WORK REQUIRED: Lines with the word "miss": copy all of them from the entries below.

*** INFORMATION SHOWN Section Begins ***

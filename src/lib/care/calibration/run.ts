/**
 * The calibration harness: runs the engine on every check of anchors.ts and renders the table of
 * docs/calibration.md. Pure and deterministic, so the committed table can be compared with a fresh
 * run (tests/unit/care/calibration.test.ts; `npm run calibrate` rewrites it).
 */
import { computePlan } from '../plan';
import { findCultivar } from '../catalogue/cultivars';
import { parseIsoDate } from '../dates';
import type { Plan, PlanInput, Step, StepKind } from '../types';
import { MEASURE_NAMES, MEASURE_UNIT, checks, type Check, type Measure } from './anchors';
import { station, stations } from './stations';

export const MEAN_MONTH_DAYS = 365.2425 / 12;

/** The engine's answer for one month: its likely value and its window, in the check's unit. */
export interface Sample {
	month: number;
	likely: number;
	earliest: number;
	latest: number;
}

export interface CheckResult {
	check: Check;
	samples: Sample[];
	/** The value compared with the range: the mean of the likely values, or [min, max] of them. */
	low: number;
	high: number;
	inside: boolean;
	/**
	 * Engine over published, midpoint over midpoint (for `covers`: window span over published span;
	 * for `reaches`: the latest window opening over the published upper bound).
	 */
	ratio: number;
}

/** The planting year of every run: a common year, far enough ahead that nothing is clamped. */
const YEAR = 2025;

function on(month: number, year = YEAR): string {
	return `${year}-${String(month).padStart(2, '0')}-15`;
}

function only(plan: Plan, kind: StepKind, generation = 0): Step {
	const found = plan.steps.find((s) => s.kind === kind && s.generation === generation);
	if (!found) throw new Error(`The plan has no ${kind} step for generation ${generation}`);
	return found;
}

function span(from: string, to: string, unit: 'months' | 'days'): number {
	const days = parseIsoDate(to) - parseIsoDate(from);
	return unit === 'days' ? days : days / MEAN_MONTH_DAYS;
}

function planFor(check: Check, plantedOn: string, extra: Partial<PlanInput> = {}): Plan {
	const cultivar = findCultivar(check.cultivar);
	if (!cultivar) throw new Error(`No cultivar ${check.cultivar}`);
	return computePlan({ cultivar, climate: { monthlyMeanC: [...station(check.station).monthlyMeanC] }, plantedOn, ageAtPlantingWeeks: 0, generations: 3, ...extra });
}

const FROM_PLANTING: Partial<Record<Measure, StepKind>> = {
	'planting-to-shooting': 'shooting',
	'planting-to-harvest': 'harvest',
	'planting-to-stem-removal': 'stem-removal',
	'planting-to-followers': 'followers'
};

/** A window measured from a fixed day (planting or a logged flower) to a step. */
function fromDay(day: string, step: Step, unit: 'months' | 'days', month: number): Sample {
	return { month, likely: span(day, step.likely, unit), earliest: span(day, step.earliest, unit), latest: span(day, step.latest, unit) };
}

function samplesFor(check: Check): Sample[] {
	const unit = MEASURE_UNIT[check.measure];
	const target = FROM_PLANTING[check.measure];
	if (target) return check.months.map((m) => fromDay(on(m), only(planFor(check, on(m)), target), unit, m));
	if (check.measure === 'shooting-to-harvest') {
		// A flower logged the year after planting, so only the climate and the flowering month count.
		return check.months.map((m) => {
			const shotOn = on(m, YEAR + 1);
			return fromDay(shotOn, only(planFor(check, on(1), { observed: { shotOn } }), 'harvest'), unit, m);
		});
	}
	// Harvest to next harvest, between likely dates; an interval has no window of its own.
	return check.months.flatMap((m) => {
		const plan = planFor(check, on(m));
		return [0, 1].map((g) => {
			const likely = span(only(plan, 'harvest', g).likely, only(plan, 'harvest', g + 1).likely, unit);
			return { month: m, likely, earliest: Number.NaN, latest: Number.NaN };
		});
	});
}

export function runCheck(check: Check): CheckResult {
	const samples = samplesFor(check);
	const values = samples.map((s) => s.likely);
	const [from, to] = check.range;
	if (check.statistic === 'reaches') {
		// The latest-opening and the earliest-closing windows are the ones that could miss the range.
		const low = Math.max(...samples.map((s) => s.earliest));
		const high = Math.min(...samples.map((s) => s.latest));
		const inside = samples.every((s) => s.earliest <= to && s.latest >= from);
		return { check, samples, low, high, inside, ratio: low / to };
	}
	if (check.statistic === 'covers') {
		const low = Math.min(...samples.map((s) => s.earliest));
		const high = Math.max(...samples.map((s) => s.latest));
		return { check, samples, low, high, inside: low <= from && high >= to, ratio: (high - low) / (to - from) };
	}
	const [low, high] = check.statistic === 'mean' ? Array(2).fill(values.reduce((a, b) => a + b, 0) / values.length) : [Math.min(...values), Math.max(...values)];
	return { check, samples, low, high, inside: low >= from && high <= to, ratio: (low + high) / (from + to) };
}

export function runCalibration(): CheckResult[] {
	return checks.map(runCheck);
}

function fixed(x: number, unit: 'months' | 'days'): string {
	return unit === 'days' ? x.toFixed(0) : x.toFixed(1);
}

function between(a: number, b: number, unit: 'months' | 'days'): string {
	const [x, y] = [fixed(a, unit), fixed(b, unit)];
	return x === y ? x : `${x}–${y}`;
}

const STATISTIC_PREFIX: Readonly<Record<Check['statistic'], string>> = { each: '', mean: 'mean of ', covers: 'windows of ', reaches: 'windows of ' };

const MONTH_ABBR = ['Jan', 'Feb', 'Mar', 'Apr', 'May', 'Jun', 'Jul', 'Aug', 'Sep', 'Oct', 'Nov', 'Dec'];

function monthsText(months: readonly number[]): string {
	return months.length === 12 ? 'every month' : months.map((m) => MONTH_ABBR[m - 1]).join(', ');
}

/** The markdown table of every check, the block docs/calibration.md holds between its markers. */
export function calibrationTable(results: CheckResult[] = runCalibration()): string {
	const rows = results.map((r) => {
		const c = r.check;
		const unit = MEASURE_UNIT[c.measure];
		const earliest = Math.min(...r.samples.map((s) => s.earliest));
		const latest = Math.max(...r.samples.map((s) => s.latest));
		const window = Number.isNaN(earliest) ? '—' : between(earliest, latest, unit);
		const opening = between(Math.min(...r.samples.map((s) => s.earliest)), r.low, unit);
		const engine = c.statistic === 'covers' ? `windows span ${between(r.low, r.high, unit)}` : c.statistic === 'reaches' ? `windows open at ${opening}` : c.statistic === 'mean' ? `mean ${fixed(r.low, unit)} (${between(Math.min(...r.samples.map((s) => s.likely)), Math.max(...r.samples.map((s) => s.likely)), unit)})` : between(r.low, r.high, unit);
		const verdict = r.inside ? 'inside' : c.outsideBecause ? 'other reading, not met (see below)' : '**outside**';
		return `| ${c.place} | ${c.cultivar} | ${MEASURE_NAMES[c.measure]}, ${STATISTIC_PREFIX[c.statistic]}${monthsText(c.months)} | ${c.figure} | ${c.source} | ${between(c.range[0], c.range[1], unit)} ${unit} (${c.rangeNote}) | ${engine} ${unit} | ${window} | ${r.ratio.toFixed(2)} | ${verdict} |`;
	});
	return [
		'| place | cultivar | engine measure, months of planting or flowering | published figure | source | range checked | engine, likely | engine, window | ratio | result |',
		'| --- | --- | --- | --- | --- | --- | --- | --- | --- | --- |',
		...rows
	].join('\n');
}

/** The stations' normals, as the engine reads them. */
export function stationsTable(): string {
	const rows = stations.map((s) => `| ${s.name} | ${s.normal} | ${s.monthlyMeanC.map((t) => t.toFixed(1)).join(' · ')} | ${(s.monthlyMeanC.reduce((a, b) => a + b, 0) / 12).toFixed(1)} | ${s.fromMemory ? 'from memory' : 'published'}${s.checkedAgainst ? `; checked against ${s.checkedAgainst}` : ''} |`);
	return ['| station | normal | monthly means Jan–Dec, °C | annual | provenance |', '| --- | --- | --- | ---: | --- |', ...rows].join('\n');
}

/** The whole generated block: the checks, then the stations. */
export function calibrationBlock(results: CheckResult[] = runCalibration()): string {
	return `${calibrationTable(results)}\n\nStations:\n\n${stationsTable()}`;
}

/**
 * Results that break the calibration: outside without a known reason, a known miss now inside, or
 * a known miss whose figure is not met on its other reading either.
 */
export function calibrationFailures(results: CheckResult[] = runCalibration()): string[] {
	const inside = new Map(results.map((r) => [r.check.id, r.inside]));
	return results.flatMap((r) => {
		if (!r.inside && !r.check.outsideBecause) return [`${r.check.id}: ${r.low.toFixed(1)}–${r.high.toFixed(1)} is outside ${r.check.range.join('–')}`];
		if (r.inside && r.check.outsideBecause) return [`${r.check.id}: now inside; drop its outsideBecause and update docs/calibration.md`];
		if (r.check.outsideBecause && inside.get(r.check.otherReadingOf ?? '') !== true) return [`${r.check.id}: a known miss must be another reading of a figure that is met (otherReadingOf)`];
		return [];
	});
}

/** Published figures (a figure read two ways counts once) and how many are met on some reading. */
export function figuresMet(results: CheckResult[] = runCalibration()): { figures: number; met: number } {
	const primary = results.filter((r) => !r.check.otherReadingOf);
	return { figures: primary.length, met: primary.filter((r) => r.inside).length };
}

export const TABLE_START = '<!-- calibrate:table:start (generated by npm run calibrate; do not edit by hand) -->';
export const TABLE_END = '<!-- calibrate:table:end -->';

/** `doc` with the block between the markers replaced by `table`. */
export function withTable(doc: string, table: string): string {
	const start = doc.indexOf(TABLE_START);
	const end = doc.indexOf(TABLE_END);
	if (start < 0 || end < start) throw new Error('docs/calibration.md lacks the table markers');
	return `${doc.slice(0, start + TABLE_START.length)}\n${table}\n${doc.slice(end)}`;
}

*** INFORMATION SHOWN Section Ends ***

RESPONSE TO THE EXERCISE:
		// The latest-opening and the earliest-closing windows are the ones that could miss the range.
 * Results that break the calibration: outside without a known reason, a known miss now inside, or
 * a known miss whose figure is not met on its other reading either.
		if (r.check.outsideBecause && inside.get(r.check.otherReadingOf ?? '') !== true) return [`${r.check.id}: a known miss must be another reading of a figure that is met (otherReadingOf)`];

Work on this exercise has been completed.